* _ABOUT THIS EXERCISE_
Only lines holding the word "join" are wanted from the records; copy all of them.

(Collected data)
▼▼▼

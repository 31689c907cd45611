"""What is wrong with a hardpoint file, in one sentence: file, key, value, remedy."""

from __future__ import annotations

import difflib
import re
from collections.abc import Mapping, Sequence
from typing import Any

from pydantic import BaseModel, ValidationError
from pydantic_core import ErrorDetails

from toewright.model import schema
from toewright.model.axle import POINT_NAMES

_TABLES: Mapping[str, type[BaseModel]] = {
    "vehicle": schema.VehicleTable,
    "wheel": schema.WheelTable,
    "setup": schema.SetupTable,
    "rack": schema.RackTable,
}

_DECIMAL_COMMA = re.compile(r"=\s*[+-]?\d+,\d+\s*(#.*)?$")

SHOWN = 60
"""Characters of a value or a line that are shown."""


def syntax_sentence(text: str, file: str, reason: str) -> str:
    """For text that is not TOML; ``reason`` is the parser's, which ends in ``(at line 3, column 7)`` or ``(at end of document)``."""
    what, _, where = reason.rpartition(" (at ")
    if where.startswith("line "):
        line, _, column = where.removeprefix("line ").rstrip(")").partition(", column ")
        shown = _line_at(text, int(line), int(column))
        remedy = "write a decimal point, not a comma" if _DECIMAL_COMMA.search(shown) else "mend that line"
        return f"{file}: line {line}, column {column} is not TOML: {shown!r} ({_lower(what)}); {remedy}"
    if where.startswith("end of document"):
        lines = text.rstrip().splitlines()
        shown = lines[-1].strip()[:SHOWN] if lines else ""
        return f"{file}: line {max(len(lines), 1)} is not TOML: {shown!r} ({_lower(what)} at the end); mend that line"
    if "digits" in reason:
        return f"{file}: has a number of thousands of digits; correct it"
    return f"{file}: is not TOML ({_lower(reason)}); mend that value"


def _line_at(text: str, line: int, column: int) -> str:
    lines = text.replace("\r\n", "\n").split("\n")
    whole = lines[line - 1] if 0 < line <= len(lines) else ""
    start = max(0, column - SHOWN) if len(whole) > SHOWN else 0
    return whole[start : start + SHOWN].strip()


def _lower(text: str) -> str:
    return text[:1].lower() + text[1:]


def schema_sentence(error: ValidationError, file: str) -> str:
    """For TOML that is no hardpoint file: the first fault, those that explain others before them."""
    problems = error.errors(include_url=False)
    first = min(problems, key=_rank)
    where = _keys(first)
    missing = [_keys(p)[-1] for p in problems if p["type"] == "missing" and _keys(p)[:-1] == where[:-1]]
    told = len(missing) if first["type"] == "missing" else 1
    more = len(problems) - told
    rest = f" (and {more} more {'fault' if more == 1 else 'faults'})" if more else ""
    return f"{file}: {_what(first, where, missing)}{rest}"


def _keys(problem: ErrorDetails) -> list[str]:
    return [str(part) for part in problem["loc"] if part not in POINT_NAMES]


def _key(where: Sequence[str]) -> str:
    """A key as people write it; the number of a coordinate becomes its letter."""
    if where[-1:] and where[-1] in ("0", "1", "2") and len(where) > 1:
        return f"{'.'.join(where[:-1])}, {'xyz'[int(where[-1])]}"
    return ".".join(where)


def _rank(problem: ErrorDetails) -> int:
    return {"extra_forbidden": 0, "missing": 2}.get(problem["type"], 1)


def _what(problem: ErrorDetails, where: list[str], missing: Sequence[str]) -> str:
    key, kind, value = _key(where), problem["type"], problem.get("input")
    shown = _shown(value)
    context = problem.get("ctx", {})
    if kind == "extra_forbidden":
        return f"{key}{shown}: unknown key; {_unknown_hint(where, problem['loc'])}"
    if kind == "missing":
        table = ".".join(where[:-1])
        return _missing(table, list(missing))
    if kind == "union_tag_not_found":
        return f'{key}.type: is missing; add type = "double-wishbone" or type = "strut"'
    if kind == "union_tag_invalid":
        tag = value.get("type") if isinstance(value, Mapping) else value
        return f"{key}.type{_shown(tag)}: there is no such corner; {_choice(tag, list(POINT_NAMES))}"
    if kind == "literal_error":
        if where == ["schema"]:
            return f"schema{shown}: this version reads schema = 1; write that, or take the version of toewright it was made for"
        allowed = re.findall(r"'([^']*)'", str(context.get("expected")))
        return f"{key}{shown}: is not known; {_choice(value, allowed)}"
    if kind == "finite_number":
        return f"{key}{shown}: is not a finite number; write a number"
    if kind == "float_type" and type(value) is int:
        return f"{key}{shown}: must be at most {schema.LARGEST:.0f}; correct the number or its unit"
    if kind in ("float_type", "float_parsing", "int_type"):
        return f"{key}{shown}: is {_kind_of(value)} where a number is wanted; write a number, without quotes"
    if kind == "string_type":
        return f"{key}{shown}: is {_kind_of(value)} where text is wanted; write it in quotes"
    if kind == "list_type":
        return f"{key}{shown}: is {_kind_of(value)} where a point is wanted; write [x, y, z]"
    if kind in ("too_short", "too_long"):
        count = len(value) if isinstance(value, Sequence) else 0
        comma = ", with decimal points, not commas" if count > 4 else ""
        return f"{key} = {str(value)[:SHOWN]}: has {count} numbers; write three, [x, y, z]{comma}"
    if kind in ("model_type", "model_attributes_type", "dict_type"):
        return f"{key}{shown}: is {_kind_of(value)} where a table is wanted; write [{key}] and its keys below"
    limits = {"greater_than": ("above", "gt"), "less_than": ("below", "lt")}
    limits |= {"greater_than_equal": ("at least", "ge"), "less_than_equal": ("at most", "le")}
    if kind in limits:
        word, limit = limits[kind]
        return f"{key}{shown}: must be {word} {_plain(context.get(limit))}; correct the number or its unit"
    if kind == "value_error":
        return f"{key}{shown}: {context.get('error')}"
    return f"{key}{shown}: {_lower(problem['msg'])}; correct it"


def _plain(limit: object) -> str:
    return f"{limit:.0f}" if isinstance(limit, float) and limit == round(limit) else str(limit)


def _shown(value: object) -> str:
    if not isinstance(value, str | int | float | bool):
        return ""
    if isinstance(value, bool):
        return f" = {str(value).lower()}"
    try:
        text = f'"{value}"' if isinstance(value, str) else str(value)
    except ValueError:
        return " = a number of thousands of digits"
    text = text.encode("unicode_escape").decode("ascii") if not text.isprintable() else text
    return f" = {text if len(text) <= SHOWN else text[:SHOWN] + '...'}"


def _kind_of(value: object) -> str:
    names = {
        str: "text",
        bool: "true or false",
        int: "a whole number",
        float: "a number",
        list: "a list",
        dict: "a table",
    }
    return names.get(type(value), "a date or time")


def _choice(value: object, allowed: Sequence[str]) -> str:
    close = difflib.get_close_matches(str(value).lower(), allowed, n=1, cutoff=0.5)
    if close and len(close[0]) > 3:
        return f'did you mean "{close[0]}"?'
    return f"write {' or '.join(chr(34) + word + chr(34) for word in allowed)}"


def _missing(table: str, names: list[str]) -> str:
    verb = "is" if len(names) == 1 else "are"
    if table.endswith(".points"):
        remedy = f"{names[0]} = [x, y, z]" if len(names) == 1 else "each as name = [x, y, z]"
        return f"{table}: {', '.join(names)} {verb} missing; add {remedy}"
    if not table and names[0] in ("left", "wheel"):
        example = {"left": 'type = "double-wishbone" and [left.points]', "wheel": "loaded_radius"}[names[0]]
        return f"{', '.join(names)}: {verb} missing; add [{names[0]}] with {example}"
    where = f" under [{table}]" if table else ""
    return f"{', '.join(f'{table}.{name}'.lstrip('.') for name in names)}: {verb} missing; add {names[0]}{where}"


def _unknown_hint(where: list[str], location: tuple[Any, ...]) -> str:
    name, known = where[-1], _known_keys(where[:-1], location)
    if where[-2:-1] == ["points"]:
        other = next((kind for kind, names in POINT_NAMES.items() if kind not in location and name in names), None)
        if other is not None:
            return f'it belongs to type = "{other}"; correct the type or the point'
    close = difflib.get_close_matches(name.lower(), known, n=1, cutoff=0.55)
    if close:
        return f"did you mean {close[0]!r}?"
    home = next(
        (f"[{table}]" for table, model in _TABLES.items() if name in model.model_fields and where[:-1] != [table]), None
    )
    if home is not None:
        return f"it belongs under {home}"
    return f"remove it; allowed here: {', '.join(known)}"


def _known_keys(path: Sequence[str], location: tuple[Any, ...]) -> list[str]:
    if not path:
        return [entry.alias or name for name, entry in schema.HardpointFile.model_fields.items()]
    if path[0] in _TABLES:
        return list(_TABLES[path[0]].model_fields)
    if list(path[1:]) == ["points"]:
        return list(next(names for kind, names in POINT_NAMES.items() if kind in location))
    return ["type", "points"]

▲▲▲

* _ANSWER TO THE PROBLEM_
        return f"{'.'.join(where[:-1])}, {'xyz'[int(where[-1])]}"
    return ".".join(where)
        table = ".".join(where[:-1])
    return f"write {' or '.join(chr(34) + word + chr(34) for word in allowed)}"
        return f"{table}: {', '.join(names)} {verb} missing; add {remedy}"
        return f"{', '.join(names)}: {verb} missing; add [{names[0]}] with {example}"
    return f"{', '.join(f'{table}.{name}'.lstrip('.') for name in names)}: {verb} missing; add {names[0]}{where}"
    return f"remove it; allowed here: {', '.join(known)}"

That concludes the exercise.